For the most part, the directives of are the same as for the meta robots tag:

follow – routes search robots to the page and tells them to crawl all the links available on the page
nofollow – prevents robots from crawling of all available links on the page
index – routes bots to the page and allows them to index the page
noindex – prevents bots from indexing the page, having hidden it from SERP showing
noarchive – keeps the page from Google caching

4. How to Check X-Robots-Tag for Possible Issues

Since X-Robots-Tag affects crawling and indexing of the website, you should be especially vigilant with its implementation. So it’s kind of a must to regularly check for directives settings. We’re going to check X-Robots-Tag in Netpeak Spider in two steps.

Select ‘X-Robots-Tag’ parameter in a sidebar, and hit the ‘Start’ button to start crawling.
When the crawling is completed, scrutinize the spotted issues. Yes, Spider identifies noindex in X-Robots-Tag as a warning for you to pay your attention to what data was blocked.

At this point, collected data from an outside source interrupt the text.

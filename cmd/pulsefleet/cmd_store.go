package main

import (
	"context"
	"encoding/json"
	"errors"
	"fmt"
	"io"
	"time"

	"github.com/pulsefleet/pulsefleet/internal/store"
	pb "github.com/pulsefleet/pulsefleet/proto/pulsefleet/v1"
)

const storeSummary = `Look into a store: store stats prints where its bytes go.

  pulsefleet store stats (--data DIR | --gateway ADDR) [--format text|json]

For every kind of record (top-level bucket: trend, recent = trend points not
yet compacted, ledger, raw, episodes, audit, alarmstate, ...) it prints the
bytes of the pages it occupies, the records and what they hold (trend points,
ledger messages, raw chunks), and the bytes per device-day: device-days are
the trend points held / 86,400 (one point per device-second). Free pages are
space the file already has for later writes. It reads every page (read-only,
shared lock) of a stopped gateway's store; --gateway ADDR asks a running
gateway (AdminService.GetStoreStats, viewer role; its /metrics carries the
same as pulsefleet_store_bytes, refreshed every 10 minutes).`

func init() {
	register(command{name: "store", summary: storeSummary, run: runStore})
}

func runStore(ctx context.Context, args []string, s stdio) error {
	if len(args) == 0 || args[0] != "stats" {
		return usagef("store: want a subcommand: stats")
	}
	fs := newFlagSet("store stats", "(--data DIR | --gateway ADDR) [--format text|json]", s.err)
	var cf clientFlags
	cf.register(fs)
	data := fs.String("data", "", "data directory of a stopped gateway, holding pulsefleet.db")
	format := fs.String("format", "text", "output: text or json")
	wait := fs.Duration("wait", time.Second, "with --data: how long to wait for the store's lock")
	if err := parseFlags(fs, args[1:]); err != nil {
		return err
	}
	if (*data == "") == (cf.gateways == "") {
		return usagef("--data, --gateway: give one (--data for a stopped gateway's store, --gateway for a running one)")
	}
	if *format != "text" && *format != "json" {
		return usagef("--format: %q, want text or json", *format)
	}
	var st *store.Stats
	var err error
	if *data != "" {
		st, err = localStoreStats(*data, *wait)
	} else {
		st, err = remoteStoreStats(ctx, &cf)
	}
	if err != nil {
		return err
	}
	if *format == "json" {
		enc := json.NewEncoder(s.out)
		enc.SetIndent("", "  ")
		return enc.Encode(st)
	}
	return writeStoreStats(s.out, st)
}

func localStoreStats(data string, wait time.Duration) (*store.Stats, error) {
	db, err := store.Open(data, store.Options{ReadOnly: true, Timeout: wait})
	if errors.Is(err, store.ErrLocked) {
		return nil, fmt.Errorf("--data %s: %w: store stats reads the file read-only but a running gateway holds it: use --gateway ADDR", data, err)
	}
	if err != nil {
		return nil, fmt.Errorf("--data %s: %w", data, err)
	}
	defer db.Close()
	st, err := db.Stats()
	if err != nil {
		return nil, fmt.Errorf("store stats %s: %w", data, err)
	}
	return st, nil
}

func remoteStoreStats(ctx context.Context, cf *clientFlags) (*store.Stats, error) {
	addrs, err := cf.addrs()
	if err != nil {
		return nil, err
	}
	if len(addrs) != 1 {
		return nil, usagef("--gateway: one address, got %d (each gateway of a sharded fleet has its own store)", len(addrs))
	}
	conn, err := cf.dial(addrs[0])
	if err != nil {
		return nil, err
	}
	defer conn.Close()
	r, err := pb.NewAdminServiceClient(conn).GetStoreStats(cf.ctx(ctx), &pb.GetStoreStatsRequest{})
	if err != nil {
		return nil, fmt.Errorf("--gateway %s: store stats: %w", addrs[0], err)
	}
	st := &store.Stats{Path: r.GetPath(), FileBytes: r.GetFileBytes(), PageSize: int(r.GetPageSize()), FreeBytes: r.GetFreeBytes(),
		TrendPoints: r.GetTrendPoints(), DeviceDays: r.GetDeviceDays(), RawSeconds: r.GetRawSeconds()}
	for _, k := range r.GetKinds() {
		st.Kinds = append(st.Kinds, store.KindStats{Kind: k.GetKind(), Bytes: k.GetBytes(), InUse: k.GetInUseBytes(), Records: k.GetRecords(), Items: k.GetItems()})
	}
	return st, nil
}

func writeStoreStats(w io.Writer, st *store.Stats) error {
	fmt.Fprintf(w, "store %s: %s, %d-byte pages; %.3f device-days of trend (%d points), %.0f device-seconds of raw\n",
		safeCell(st.Path), humanBytes(st.FileBytes), st.PageSize, st.DeviceDays, st.TrendPoints, st.RawSeconds)
	t := newTable(w, 0, "KIND", "BYTES", "IN USE", "RECORDS", "ITEMS", "BYTES/DEVICE-DAY")
	perDay := func(b int64) string {
		if st.DeviceDays == 0 {
			return "-"
		}
		return humanBytes(int64(st.PerDeviceDay(b)))
	}
	var sum int64
	for _, k := range st.Kinds {
		sum += k.Bytes
		t.row(safeCell(k.Kind), humanBytes(k.Bytes), humanBytes(k.InUse), fmt.Sprint(k.Records), fmt.Sprint(k.Items), perDay(k.Bytes))
	}
	t.row("(free pages)", humanBytes(st.FreeBytes), "-", "-", "-", "-")
	t.row("(file)", humanBytes(st.FileBytes), humanBytes(sum), "-", "-", perDay(st.FileBytes))
	return t.flush()
}

// humanBytes prints a byte count with a binary unit.
func humanBytes(n int64) string {
	switch {
	case n >= 1<<30:
		return fmt.Sprintf("%.2f GiB", float64(n)/(1<<30))
	case n >= 1<<20:
		return fmt.Sprintf("%.2f MiB", float64(n)/(1<<20))
	case n >= 1<<10:
		return fmt.Sprintf("%.1f KiB", float64(n)/(1<<10))
	}
	return fmt.Sprintf("%d B", n)
}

When the crawling is done, analyze the spotted issues in Netpeak Spider

Let’s Recap

With that said, the range of X-Robot-Tag advantages for page indexing and crawling is rather big. X-Robots-Tag header aims to guide search engine crawlers, using their crawl budget reasonably, especially, if the website is big, full of different content. So the main takeaways are:

X-Robots-Tag, together with robots meta tags, is used to optimize the crawl budget, steering a robot towards important for indexing pages.
X-Robots-Tag occurs in the HTTP response header, that’s why SEOs often need webmasters’ assistance to implement it on the website.
All directives should be regularly checked with Netpeak Spider or other SEO crawlers, since their power can affect the future indexing of the website, or even lead to ranking drops.